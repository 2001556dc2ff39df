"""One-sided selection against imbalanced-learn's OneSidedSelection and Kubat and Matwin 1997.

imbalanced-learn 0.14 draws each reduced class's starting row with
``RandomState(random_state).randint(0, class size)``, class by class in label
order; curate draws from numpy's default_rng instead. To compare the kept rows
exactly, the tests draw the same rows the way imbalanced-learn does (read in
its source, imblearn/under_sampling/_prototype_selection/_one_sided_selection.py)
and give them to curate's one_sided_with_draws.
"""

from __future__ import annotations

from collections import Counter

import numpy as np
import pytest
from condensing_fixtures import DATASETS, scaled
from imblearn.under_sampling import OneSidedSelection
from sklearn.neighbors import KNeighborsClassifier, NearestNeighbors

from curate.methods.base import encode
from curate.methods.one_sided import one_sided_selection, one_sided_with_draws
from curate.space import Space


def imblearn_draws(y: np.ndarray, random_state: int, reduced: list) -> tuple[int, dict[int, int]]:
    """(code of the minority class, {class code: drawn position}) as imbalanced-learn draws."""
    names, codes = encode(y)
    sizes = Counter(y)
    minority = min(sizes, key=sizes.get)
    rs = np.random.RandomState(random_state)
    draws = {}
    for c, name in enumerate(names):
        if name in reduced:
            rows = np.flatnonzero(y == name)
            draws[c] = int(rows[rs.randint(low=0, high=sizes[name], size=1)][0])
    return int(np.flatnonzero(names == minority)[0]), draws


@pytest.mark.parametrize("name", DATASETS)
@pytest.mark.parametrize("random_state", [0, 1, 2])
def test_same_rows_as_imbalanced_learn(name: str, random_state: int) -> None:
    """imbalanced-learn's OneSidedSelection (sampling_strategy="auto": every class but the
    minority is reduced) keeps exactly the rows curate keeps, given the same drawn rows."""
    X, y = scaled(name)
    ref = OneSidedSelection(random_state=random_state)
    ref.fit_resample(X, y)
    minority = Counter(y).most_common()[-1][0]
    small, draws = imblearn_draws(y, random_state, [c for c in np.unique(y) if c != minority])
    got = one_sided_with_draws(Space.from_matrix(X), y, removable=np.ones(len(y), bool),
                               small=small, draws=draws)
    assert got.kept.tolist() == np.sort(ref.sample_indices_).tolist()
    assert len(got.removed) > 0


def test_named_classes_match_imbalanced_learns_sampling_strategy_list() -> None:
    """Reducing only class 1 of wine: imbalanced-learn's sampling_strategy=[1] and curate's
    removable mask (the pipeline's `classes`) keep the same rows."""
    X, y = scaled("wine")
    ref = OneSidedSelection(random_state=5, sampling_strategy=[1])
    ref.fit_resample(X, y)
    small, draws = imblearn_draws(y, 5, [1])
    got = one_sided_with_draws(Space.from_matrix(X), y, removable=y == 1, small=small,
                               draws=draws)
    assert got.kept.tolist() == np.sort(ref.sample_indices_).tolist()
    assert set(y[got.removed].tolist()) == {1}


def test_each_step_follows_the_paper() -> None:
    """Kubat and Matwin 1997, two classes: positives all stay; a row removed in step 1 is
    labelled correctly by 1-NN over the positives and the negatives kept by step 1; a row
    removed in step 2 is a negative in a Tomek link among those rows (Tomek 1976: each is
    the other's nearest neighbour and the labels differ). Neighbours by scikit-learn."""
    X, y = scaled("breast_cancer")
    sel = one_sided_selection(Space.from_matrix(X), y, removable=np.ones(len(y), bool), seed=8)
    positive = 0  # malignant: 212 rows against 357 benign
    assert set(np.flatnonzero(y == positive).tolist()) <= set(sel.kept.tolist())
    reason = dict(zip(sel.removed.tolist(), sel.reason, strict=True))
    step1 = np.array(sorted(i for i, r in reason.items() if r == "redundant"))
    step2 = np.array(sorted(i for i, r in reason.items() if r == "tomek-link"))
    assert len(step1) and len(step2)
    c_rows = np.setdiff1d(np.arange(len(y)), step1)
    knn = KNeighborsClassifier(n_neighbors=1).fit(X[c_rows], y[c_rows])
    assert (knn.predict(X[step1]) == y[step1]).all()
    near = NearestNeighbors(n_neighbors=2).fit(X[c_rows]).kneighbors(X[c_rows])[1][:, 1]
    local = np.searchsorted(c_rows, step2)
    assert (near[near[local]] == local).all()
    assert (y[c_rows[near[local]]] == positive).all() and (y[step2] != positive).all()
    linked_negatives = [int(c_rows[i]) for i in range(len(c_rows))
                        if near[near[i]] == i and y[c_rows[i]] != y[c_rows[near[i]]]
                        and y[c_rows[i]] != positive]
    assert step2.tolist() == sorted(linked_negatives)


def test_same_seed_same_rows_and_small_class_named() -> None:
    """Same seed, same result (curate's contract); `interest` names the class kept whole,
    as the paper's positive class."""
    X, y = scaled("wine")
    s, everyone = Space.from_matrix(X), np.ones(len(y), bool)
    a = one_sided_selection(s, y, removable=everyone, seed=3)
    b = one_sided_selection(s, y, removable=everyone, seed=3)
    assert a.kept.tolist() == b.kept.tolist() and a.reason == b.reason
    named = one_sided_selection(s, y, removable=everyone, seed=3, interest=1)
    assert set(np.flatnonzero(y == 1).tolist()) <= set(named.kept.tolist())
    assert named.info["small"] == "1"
======
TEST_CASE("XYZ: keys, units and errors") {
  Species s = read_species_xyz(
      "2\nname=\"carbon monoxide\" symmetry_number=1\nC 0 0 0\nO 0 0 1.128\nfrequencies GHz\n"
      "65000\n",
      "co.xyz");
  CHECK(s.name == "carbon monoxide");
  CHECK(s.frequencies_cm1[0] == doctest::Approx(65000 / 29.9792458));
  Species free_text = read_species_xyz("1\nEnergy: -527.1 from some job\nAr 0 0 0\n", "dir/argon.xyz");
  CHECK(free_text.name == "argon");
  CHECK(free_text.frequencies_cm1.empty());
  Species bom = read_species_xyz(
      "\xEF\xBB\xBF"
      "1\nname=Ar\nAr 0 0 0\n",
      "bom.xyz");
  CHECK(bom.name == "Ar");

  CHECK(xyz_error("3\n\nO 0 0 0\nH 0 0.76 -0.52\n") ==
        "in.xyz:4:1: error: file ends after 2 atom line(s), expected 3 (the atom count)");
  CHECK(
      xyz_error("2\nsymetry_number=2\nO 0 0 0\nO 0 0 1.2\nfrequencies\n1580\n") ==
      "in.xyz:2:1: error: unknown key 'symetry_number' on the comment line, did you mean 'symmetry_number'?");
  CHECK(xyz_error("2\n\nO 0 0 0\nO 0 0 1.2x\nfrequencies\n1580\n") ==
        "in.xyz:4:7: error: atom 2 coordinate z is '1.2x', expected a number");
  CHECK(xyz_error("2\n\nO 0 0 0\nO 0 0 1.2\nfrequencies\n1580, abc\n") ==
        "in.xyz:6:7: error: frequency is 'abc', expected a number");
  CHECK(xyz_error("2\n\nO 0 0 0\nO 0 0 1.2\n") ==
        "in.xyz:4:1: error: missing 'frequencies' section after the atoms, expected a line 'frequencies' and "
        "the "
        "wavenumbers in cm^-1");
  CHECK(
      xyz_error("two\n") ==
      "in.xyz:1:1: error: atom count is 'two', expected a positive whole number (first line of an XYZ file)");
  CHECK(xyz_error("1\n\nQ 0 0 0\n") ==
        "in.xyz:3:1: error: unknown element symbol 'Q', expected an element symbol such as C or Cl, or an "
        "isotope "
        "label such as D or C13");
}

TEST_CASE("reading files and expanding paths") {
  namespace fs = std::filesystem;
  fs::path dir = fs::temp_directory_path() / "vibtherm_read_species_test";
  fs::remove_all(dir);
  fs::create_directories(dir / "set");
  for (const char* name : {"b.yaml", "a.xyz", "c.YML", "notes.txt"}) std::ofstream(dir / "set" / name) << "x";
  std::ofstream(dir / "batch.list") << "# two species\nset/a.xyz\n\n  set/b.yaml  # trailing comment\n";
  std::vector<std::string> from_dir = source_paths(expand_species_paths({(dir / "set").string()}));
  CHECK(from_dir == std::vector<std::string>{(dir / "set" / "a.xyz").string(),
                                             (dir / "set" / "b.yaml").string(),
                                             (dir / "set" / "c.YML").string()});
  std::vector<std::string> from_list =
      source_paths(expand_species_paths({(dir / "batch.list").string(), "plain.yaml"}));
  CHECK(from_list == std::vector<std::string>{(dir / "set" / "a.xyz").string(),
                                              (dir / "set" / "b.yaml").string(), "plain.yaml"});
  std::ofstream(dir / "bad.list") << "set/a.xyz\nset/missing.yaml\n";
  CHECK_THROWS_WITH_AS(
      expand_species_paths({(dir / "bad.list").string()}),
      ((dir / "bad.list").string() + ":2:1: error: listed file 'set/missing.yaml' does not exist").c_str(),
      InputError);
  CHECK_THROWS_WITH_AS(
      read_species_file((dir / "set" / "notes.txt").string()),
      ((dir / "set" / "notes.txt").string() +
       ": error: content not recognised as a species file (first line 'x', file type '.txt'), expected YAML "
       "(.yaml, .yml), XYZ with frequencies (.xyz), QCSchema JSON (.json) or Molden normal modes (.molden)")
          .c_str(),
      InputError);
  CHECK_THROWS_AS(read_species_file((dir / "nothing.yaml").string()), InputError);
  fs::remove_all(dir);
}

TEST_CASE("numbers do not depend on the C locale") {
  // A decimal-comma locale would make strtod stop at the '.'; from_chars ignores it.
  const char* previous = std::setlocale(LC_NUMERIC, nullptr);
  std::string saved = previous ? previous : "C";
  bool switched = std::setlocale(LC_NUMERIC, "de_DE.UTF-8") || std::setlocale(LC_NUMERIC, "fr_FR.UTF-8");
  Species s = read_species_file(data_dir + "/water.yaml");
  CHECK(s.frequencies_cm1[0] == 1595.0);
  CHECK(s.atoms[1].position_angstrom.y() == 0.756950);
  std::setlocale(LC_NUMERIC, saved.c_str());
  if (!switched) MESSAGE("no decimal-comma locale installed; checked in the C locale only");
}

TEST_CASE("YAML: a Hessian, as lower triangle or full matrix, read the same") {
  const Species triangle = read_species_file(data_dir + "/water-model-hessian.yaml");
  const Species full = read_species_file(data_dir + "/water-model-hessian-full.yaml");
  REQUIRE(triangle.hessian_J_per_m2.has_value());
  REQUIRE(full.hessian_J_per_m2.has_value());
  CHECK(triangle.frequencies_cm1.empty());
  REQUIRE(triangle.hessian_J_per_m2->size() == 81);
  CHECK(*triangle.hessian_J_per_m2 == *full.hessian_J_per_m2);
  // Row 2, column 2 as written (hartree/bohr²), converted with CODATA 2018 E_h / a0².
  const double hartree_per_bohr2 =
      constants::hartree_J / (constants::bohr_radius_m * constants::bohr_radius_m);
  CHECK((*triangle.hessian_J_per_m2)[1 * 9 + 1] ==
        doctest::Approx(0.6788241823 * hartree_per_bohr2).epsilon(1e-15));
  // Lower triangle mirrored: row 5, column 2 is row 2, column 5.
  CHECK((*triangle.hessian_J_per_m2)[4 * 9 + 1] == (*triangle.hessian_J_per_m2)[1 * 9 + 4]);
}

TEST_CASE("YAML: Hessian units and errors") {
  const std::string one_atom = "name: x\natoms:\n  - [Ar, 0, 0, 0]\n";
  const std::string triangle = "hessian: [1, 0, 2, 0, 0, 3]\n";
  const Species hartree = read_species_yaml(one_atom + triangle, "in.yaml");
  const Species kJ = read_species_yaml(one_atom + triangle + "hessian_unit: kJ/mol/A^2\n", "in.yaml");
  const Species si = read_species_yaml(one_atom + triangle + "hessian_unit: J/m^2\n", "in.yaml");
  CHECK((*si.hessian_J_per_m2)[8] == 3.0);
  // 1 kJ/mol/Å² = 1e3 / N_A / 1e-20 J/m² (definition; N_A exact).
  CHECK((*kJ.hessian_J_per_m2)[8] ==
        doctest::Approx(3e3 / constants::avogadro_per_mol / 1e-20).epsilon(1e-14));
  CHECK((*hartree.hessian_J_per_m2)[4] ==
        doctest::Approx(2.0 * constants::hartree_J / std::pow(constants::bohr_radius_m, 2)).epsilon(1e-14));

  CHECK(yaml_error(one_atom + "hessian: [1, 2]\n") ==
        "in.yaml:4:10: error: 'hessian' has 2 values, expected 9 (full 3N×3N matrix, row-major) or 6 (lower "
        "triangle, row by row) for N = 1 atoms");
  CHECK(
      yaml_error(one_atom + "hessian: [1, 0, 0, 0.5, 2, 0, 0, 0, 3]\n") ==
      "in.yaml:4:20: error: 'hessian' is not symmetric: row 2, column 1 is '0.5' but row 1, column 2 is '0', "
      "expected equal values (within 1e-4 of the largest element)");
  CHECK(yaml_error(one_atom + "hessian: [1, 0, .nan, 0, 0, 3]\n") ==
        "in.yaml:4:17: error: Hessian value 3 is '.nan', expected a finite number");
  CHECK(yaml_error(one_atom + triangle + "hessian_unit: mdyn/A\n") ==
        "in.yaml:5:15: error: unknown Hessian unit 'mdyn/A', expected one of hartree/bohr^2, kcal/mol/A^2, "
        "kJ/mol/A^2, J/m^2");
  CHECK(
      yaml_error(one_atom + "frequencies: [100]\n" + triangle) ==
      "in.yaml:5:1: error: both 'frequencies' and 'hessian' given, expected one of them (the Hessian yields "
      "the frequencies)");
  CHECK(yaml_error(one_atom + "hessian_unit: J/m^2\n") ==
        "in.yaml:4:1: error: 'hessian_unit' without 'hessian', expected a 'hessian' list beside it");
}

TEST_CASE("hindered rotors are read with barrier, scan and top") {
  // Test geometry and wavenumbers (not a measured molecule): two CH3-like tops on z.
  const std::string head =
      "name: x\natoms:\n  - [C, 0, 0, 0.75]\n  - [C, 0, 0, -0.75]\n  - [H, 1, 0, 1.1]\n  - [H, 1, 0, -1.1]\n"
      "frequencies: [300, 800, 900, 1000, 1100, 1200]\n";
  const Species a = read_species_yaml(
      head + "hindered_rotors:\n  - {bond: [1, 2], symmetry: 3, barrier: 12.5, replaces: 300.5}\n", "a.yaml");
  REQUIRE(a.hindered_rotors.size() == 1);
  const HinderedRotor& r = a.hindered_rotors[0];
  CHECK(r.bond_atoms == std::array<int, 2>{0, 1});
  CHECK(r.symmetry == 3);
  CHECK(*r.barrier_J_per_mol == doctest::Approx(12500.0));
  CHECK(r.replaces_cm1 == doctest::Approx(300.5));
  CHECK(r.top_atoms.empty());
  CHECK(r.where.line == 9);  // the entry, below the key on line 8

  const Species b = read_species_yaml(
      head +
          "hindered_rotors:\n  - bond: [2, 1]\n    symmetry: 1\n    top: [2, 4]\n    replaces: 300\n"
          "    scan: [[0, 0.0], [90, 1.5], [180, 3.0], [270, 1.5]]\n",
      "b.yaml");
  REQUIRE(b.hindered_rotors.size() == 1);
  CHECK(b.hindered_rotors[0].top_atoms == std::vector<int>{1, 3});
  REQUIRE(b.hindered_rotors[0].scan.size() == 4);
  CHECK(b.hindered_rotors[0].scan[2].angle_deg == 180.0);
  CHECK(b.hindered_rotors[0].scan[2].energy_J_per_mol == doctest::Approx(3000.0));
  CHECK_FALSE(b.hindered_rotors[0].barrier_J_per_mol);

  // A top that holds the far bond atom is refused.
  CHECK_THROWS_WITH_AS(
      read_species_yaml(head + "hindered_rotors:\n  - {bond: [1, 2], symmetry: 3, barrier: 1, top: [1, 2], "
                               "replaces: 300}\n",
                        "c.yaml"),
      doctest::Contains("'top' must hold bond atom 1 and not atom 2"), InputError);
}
======
[WHAT YOU SHOULD DO]: Return every line of the records in which the word "ofstream" is found.

[TASK OUTPUT]:
  for (const char* name : {"b.yaml", "a.xyz", "c.YML", "notes.txt"}) std::ofstream(dir / "set" / name) << "x";
  std::ofstream(dir / "batch.list") << "# two species\nset/a.xyz\n\n  set/b.yaml  # trailing comment\n";
  std::ofstream(dir / "bad.list") << "set/a.xyz\nset/missing.yaml\n";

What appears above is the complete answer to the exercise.